Task requirements:
Somewhere below are a line with "meat += max(0.0, 1.0" and a later line with "problem = _problem(3)". Output exactly those lines and all lines between them.

^^^^^^^^^^^^^^^^

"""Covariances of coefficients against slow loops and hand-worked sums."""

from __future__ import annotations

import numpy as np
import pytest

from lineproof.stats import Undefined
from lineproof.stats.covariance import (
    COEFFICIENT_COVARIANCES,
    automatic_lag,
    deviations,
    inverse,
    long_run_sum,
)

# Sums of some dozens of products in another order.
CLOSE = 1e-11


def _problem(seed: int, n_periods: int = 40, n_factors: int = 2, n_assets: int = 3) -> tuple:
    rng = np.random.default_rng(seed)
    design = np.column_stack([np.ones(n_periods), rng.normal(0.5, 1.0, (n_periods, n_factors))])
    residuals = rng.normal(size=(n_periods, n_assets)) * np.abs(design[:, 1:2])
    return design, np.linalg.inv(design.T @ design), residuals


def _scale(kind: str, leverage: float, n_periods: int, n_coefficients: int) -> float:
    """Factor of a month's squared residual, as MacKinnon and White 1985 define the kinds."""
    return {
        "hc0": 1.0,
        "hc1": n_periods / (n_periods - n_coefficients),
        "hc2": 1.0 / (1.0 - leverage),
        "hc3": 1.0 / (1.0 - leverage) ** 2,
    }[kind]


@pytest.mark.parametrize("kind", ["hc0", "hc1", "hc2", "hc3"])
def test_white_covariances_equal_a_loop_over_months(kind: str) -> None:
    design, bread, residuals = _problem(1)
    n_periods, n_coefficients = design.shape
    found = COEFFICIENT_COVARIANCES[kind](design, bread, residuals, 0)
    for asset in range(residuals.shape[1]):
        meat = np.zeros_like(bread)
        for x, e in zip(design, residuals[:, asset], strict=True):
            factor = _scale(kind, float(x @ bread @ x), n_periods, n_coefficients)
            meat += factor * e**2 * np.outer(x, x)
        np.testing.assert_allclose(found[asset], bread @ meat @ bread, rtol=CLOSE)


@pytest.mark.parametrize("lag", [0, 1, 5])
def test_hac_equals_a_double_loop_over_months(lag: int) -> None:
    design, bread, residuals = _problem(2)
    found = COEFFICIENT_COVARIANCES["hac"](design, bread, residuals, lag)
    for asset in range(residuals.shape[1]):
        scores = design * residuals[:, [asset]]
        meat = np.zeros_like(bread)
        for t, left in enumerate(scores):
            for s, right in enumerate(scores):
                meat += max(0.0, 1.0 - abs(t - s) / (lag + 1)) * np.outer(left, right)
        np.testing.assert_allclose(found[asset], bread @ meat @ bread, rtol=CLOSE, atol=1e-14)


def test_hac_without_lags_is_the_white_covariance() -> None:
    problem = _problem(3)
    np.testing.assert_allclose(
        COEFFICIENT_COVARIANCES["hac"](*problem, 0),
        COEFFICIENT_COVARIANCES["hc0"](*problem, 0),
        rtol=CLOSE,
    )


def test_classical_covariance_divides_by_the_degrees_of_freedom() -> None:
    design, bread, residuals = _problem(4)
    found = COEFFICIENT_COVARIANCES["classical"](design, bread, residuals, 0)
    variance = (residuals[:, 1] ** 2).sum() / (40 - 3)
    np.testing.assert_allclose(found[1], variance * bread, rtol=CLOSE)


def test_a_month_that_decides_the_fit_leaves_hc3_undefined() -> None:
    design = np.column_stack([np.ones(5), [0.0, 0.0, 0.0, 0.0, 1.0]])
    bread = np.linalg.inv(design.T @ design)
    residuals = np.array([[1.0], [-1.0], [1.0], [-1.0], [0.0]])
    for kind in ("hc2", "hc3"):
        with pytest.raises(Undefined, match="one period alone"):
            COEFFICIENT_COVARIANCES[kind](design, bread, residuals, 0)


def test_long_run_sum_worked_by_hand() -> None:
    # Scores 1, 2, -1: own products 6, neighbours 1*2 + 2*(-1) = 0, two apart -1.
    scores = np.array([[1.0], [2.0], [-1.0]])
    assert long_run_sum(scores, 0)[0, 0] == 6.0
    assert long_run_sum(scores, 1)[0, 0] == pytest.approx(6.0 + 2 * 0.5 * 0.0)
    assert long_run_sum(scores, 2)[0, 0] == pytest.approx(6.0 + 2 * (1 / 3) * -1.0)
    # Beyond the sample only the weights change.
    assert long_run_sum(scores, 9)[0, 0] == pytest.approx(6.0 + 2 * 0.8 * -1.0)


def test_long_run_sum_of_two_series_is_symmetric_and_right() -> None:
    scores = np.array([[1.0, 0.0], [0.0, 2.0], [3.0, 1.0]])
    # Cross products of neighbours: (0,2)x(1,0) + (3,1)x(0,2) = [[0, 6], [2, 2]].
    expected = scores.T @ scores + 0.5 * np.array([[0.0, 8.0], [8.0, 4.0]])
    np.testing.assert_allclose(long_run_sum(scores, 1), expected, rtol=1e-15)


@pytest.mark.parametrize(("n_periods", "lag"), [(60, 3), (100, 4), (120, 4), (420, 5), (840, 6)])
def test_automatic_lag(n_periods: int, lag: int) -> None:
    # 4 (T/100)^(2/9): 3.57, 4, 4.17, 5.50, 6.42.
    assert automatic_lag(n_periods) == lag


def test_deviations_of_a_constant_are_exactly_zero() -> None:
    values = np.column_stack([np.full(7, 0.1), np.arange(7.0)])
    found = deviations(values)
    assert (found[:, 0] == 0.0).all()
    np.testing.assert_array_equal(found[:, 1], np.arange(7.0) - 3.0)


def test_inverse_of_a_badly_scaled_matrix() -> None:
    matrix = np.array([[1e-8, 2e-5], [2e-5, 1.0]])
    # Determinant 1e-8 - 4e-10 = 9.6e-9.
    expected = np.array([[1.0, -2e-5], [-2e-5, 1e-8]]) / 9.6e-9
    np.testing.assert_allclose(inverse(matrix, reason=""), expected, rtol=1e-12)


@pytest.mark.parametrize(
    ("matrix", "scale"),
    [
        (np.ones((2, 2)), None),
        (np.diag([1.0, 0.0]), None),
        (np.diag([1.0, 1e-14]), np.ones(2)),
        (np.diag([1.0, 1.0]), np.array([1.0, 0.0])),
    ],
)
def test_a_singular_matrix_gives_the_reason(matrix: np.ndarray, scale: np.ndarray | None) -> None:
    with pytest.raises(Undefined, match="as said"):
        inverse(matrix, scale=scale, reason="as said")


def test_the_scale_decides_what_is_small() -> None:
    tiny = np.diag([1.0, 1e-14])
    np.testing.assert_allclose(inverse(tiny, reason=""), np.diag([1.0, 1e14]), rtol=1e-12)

^^^^^^^^^^^^^^^^

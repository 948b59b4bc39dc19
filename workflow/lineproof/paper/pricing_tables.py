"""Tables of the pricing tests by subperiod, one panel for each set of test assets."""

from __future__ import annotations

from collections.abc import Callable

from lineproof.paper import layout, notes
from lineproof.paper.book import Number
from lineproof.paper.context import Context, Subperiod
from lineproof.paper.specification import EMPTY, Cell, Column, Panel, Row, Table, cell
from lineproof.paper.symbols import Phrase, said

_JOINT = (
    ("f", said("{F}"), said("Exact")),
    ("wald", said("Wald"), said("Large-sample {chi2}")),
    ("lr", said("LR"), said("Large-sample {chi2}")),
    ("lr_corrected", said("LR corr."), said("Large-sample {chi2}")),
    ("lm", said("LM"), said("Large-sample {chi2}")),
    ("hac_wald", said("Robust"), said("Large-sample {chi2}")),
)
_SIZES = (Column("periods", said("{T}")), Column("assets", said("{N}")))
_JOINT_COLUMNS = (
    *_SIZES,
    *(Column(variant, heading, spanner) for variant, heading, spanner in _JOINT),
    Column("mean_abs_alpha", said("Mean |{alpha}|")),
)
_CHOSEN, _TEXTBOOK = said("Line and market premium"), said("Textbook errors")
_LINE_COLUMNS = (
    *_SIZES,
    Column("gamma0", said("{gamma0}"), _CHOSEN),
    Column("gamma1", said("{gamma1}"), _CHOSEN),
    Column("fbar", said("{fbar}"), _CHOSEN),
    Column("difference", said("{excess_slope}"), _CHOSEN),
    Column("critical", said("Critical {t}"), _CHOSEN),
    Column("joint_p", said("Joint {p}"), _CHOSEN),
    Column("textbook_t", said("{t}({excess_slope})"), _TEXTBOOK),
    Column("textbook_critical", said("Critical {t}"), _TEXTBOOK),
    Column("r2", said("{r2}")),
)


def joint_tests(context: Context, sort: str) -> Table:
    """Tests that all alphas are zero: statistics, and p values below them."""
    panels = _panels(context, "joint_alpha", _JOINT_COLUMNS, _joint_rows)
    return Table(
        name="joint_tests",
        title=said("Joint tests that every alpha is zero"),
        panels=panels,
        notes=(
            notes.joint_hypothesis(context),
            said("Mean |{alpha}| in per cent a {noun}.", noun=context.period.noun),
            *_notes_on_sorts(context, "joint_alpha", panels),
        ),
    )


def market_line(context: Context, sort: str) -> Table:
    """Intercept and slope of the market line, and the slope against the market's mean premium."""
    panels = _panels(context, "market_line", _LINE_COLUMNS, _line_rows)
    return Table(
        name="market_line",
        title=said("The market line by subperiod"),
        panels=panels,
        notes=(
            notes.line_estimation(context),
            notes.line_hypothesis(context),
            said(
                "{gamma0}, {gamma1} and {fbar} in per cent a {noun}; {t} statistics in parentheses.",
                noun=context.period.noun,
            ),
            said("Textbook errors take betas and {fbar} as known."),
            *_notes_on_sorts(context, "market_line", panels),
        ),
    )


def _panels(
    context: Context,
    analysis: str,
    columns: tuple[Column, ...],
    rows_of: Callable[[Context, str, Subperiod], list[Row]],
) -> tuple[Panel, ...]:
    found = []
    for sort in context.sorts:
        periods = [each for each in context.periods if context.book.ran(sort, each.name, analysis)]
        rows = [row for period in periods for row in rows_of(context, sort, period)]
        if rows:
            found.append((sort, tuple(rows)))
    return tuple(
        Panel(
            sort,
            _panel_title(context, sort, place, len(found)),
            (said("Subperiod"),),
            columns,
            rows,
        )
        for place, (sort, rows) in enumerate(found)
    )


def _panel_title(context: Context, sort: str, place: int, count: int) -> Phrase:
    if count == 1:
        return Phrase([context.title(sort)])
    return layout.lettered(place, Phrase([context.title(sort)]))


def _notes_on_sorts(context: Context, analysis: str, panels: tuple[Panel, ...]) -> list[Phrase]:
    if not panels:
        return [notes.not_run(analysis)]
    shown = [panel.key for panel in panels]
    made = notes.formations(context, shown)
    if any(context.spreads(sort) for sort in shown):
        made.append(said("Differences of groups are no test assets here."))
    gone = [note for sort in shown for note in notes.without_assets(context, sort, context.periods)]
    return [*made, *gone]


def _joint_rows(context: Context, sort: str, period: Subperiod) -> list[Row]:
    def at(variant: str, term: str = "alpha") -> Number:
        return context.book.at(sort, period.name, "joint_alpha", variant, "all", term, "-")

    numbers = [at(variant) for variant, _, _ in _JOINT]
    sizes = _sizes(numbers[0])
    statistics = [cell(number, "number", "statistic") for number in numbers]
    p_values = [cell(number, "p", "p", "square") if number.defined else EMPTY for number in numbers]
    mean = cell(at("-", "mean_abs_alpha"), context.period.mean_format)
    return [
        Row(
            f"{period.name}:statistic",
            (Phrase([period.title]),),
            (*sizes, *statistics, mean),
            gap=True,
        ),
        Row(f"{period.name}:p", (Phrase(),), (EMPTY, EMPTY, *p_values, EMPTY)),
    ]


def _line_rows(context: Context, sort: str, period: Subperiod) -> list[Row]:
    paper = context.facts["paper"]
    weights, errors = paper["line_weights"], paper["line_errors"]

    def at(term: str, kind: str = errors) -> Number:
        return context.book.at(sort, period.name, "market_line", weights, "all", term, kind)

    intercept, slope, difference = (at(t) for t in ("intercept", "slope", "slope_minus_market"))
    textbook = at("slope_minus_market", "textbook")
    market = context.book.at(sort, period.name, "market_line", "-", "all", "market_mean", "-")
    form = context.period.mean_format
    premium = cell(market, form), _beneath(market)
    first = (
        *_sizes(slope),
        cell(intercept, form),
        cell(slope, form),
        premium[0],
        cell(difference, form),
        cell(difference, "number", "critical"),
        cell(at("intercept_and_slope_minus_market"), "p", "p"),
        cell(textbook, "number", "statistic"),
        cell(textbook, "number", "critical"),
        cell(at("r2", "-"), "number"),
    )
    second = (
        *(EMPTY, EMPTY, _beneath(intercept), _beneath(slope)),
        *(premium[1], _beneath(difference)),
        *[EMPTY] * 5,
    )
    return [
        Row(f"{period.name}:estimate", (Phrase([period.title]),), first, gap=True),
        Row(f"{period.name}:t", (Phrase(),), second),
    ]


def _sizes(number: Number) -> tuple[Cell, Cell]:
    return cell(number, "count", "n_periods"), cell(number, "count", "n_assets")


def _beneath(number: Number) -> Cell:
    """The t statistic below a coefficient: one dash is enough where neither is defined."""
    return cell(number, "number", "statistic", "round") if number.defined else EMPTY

^^^^^^^^^^^^^^^^

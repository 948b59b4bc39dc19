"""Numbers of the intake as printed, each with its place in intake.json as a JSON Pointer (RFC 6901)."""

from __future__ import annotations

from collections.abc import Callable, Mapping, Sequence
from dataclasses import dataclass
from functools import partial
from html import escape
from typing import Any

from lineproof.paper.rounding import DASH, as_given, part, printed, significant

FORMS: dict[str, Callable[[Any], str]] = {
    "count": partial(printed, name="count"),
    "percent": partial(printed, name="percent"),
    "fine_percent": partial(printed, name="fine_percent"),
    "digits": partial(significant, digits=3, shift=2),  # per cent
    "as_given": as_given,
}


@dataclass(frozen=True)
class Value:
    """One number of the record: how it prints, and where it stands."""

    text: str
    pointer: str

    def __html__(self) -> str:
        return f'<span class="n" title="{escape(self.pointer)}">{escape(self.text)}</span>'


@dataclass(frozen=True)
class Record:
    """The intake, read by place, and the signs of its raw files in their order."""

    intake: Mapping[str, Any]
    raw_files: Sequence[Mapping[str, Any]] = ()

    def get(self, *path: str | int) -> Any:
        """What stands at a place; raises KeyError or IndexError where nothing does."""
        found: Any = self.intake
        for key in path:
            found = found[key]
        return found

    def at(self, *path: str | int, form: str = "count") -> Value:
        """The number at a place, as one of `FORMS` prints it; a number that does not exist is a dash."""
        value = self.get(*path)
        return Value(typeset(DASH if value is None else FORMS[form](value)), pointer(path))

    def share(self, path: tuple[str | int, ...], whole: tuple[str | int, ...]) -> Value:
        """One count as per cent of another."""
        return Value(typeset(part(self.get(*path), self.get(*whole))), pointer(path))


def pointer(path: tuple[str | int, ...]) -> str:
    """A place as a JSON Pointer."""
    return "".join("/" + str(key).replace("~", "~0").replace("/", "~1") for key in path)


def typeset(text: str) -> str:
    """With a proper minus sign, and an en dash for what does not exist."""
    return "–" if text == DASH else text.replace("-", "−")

^^^^^^^^^^^^^^^^

Solved problem:
                meat += max(0.0, 1.0 - abs(t - s) / (lag + 1)) * np.outer(left, right)
        np.testing.assert_allclose(found[asset], bread @ meat @ bread, rtol=CLOSE, atol=1e-14)


def test_hac_without_lags_is_the_white_covariance() -> None:
    problem = _problem(3)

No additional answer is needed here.